Supplied entries:

import { DEFAULT_RESAMPLES, DEPTH_SCALE_PRIOR } from '@/lib/inversion/index';
import type { FitSpec } from '@/lib/schemas/fit';
import { DEMO_GAMMA } from './scans';
import { SCAN_STATES } from './scan-states';
import type { DemoFit, DemoReviewEvent } from './types';
import { dopingSigma, waferOf, type Wafer } from './wafers';

/** Levels from bulk reference runs are known to about this; invented. */
const LEVEL_SIGMA = 0.02;

/** Two accepted fits, one in review with a thread, one returned and revised, and two drafts beside them. */
export function demoFits(seed: number): DemoFit[] {
  return [
    {
      ...fitOf(seed, 'nb31-graded', 'nb31-oxidised-dark', 'graded'),
      name: 'NB-31 as oxidised, graded edge',
      outcome: 'accepted',
      events: [
        by('analyst', 'submitted', 'Both levels come out where the bulk runs put them.'),
        by(
          'reviewer',
          'accepted',
          'The edge is well inside the reach and the residuals look random.',
        ),
      ],
    },
    {
      ...fitOf(seed, 'nb34-sharp', 'nb34-oxidised-dark', 'sharp'),
      name: 'NB-34 as oxidised, sharp edge',
      notes: 'Kept to compare with the graded edge.',
    },
    {
      ...fitOf(seed, 'nb34-graded', 'nb34-oxidised-dark', 'graded'),
      name: 'NB-34 as oxidised, graded edge',
      outcome: 'accepted',
      events: [
        by('analyst', 'submitted', 'Please look at the sharp edge on the same scan, too.'),
        by('reviewer', 'comment', 'Compared both: the depth is the same within its interval.'),
        by(
          'reviewer',
          'accepted',
          'The graded edge says honestly how little is known of the width.',
        ),
      ],
    },
    {
      ...fitOf(seed, 'nb37-sharp', 'nb37-oxidised-dark', 'sharp'),
      name: 'NB-37 as oxidised, sharp edge',
      outcome: 'returned',
      events: [
        by('analyst', 'submitted', ''),
        by(
          'reviewer',
          'comment',
          'Most of these muons stop in the oxide. What holds the level in front of the edge?',
          'point 3 keV',
        ),
        by(
          'reviewer',
          'returned',
          'A sharp edge hides what is not known about the width, and the depth scale is held. Please fit a graded edge with the depth scale free.',
        ),
      ],
    },
    {
      ...fitOf(seed, 'nb37-graded', 'nb37-oxidised-dark', 'graded', { depthScaleFree: true }),
      name: 'NB-37 as oxidised, graded edge',
      notes: 'Revised after review: graded edge, depth scale free with its prior.',
      parentKey: 'nb37-sharp',
    },
    {
      ...fitOf(seed, 'hx204-graded', 'hx204-fraction', 'graded', { depthScaleFree: true }),
      name: 'Edge fit, alumina side',
      outcome: 'submitted',
      events: [
        by(
          'analyst',
          'submitted',
          'The capture rates of the same wafer are fitted next to this one.',
        ),
        by(
          'reviewer',
          'comment',
          'Is the alumina thick enough to matter at this energy?',
          'point 2 keV',
        ),
        by(
          'analyst',
          'comment',
          'It takes a small share of the stops; its level is free and hardly moves the edge.',
          'point 2 keV',
        ),
        by(
          'reviewer',
          'comment',
          'Then the depth scale is the larger question. How far does the edge move with it?',
          'depth 80 nm',
        ),
      ],
    },
    {
      ...fitOf(seed, 'hx204-rate', 'hx204-rate', 'graded'),
      name: 'Capture rate, alumina side',
      notes: 'The capture coefficient is invented.',
    },
  ];
}

function by(
  byKey: string,
  kind: DemoReviewEvent['kind'],
  body: string,
  target = '',
): DemoReviewEvent {
  return { kind, byKey, body, target };
}

interface Choices {
  depthScaleFree?: boolean;
}

/** A draft by the analyst; the caller says what became of it. */
function fitOf(
  seed: number,
  key: string,
  scanKey: string,
  profile: FitSpec['profile'],
  { depthScaleFree = false }: Choices = {},
): Omit<DemoFit, 'name'> {
  const state = SCAN_STATES.find((one) => one.key === scanKey);
  if (!state) throw new Error(`the demo has no scan ${scanKey}`);
  const wafer = waferOf(state.waferKey);
  const isRate = state.observable === 'rate';
  return {
    key,
    notes: '',
    scanKey,
    stoppingKey: wafer.stack.stoppingKey,
    authorKey: 'analyst',
    parentKey: null,
    spec: {
      profile,
      polarity: wafer.polarity,
      response: isRate ? { kind: 'capture-rate', ...DEMO_GAMMA } : { kind: 'two-level' },
      carriers: carriersOf(wafer, isRate),
      capThicknessNm: wafer.stack.capThicknessNm,
      parameters: { ...(isRate ? {} : levelPriors(wafer)), ...depthScale(depthScaleFree) },
      switchedOffKeV: [],
      seed,
      resamples: DEFAULT_RESAMPLES,
    },
    outcome: 'draft',
    events: [],
    invented: true,
  };
}

/** Rates give concentrations by themselves; a fraction needs the bulk value. */
function carriersOf({ dopingPerCm3 }: Wafer, isRate: boolean): FitSpec['carriers'] {
  if (isRate) return { bulkPerCm3: null, bulkSigmaPerCm3: null, topPerCm3: null };
  return { bulkPerCm3: dopingPerCm3, bulkSigmaPerCm3: dopingSigma(dopingPerCm3), topPerCm3: null };
}

function levelPriors({ stack }: Wafer): FitSpec['parameters'] {
  const prior = { mean: stack.levelPopulated, sigma: LEVEL_SIGMA };
  return {
    levelBulk: { held: false, value: null, prior, origin: 'bulk reference runs (invented)' },
  };
}

function depthScale(isFree: boolean): FitSpec['parameters'] {
  if (!isFree) return { depthScale: { held: true, value: 1, prior: null, origin: '' } };
  const prior = { ...DEPTH_SCALE_PRIOR };
  return {
    depthScale: {
      held: false,
      value: null,
      prior,
      origin: 'usual accuracy of a stopping calculation',
    },
  };
}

Work order: Write out each line above containing "value".

Expected answer:
/** Rates give concentrations by themselves; a fraction needs the bulk value. */
    levelBulk: { held: false, value: null, prior, origin: 'bulk reference runs (invented)' },
  if (!isFree) return { depthScale: { held: true, value: 1, prior: null, origin: '' } };
      value: null,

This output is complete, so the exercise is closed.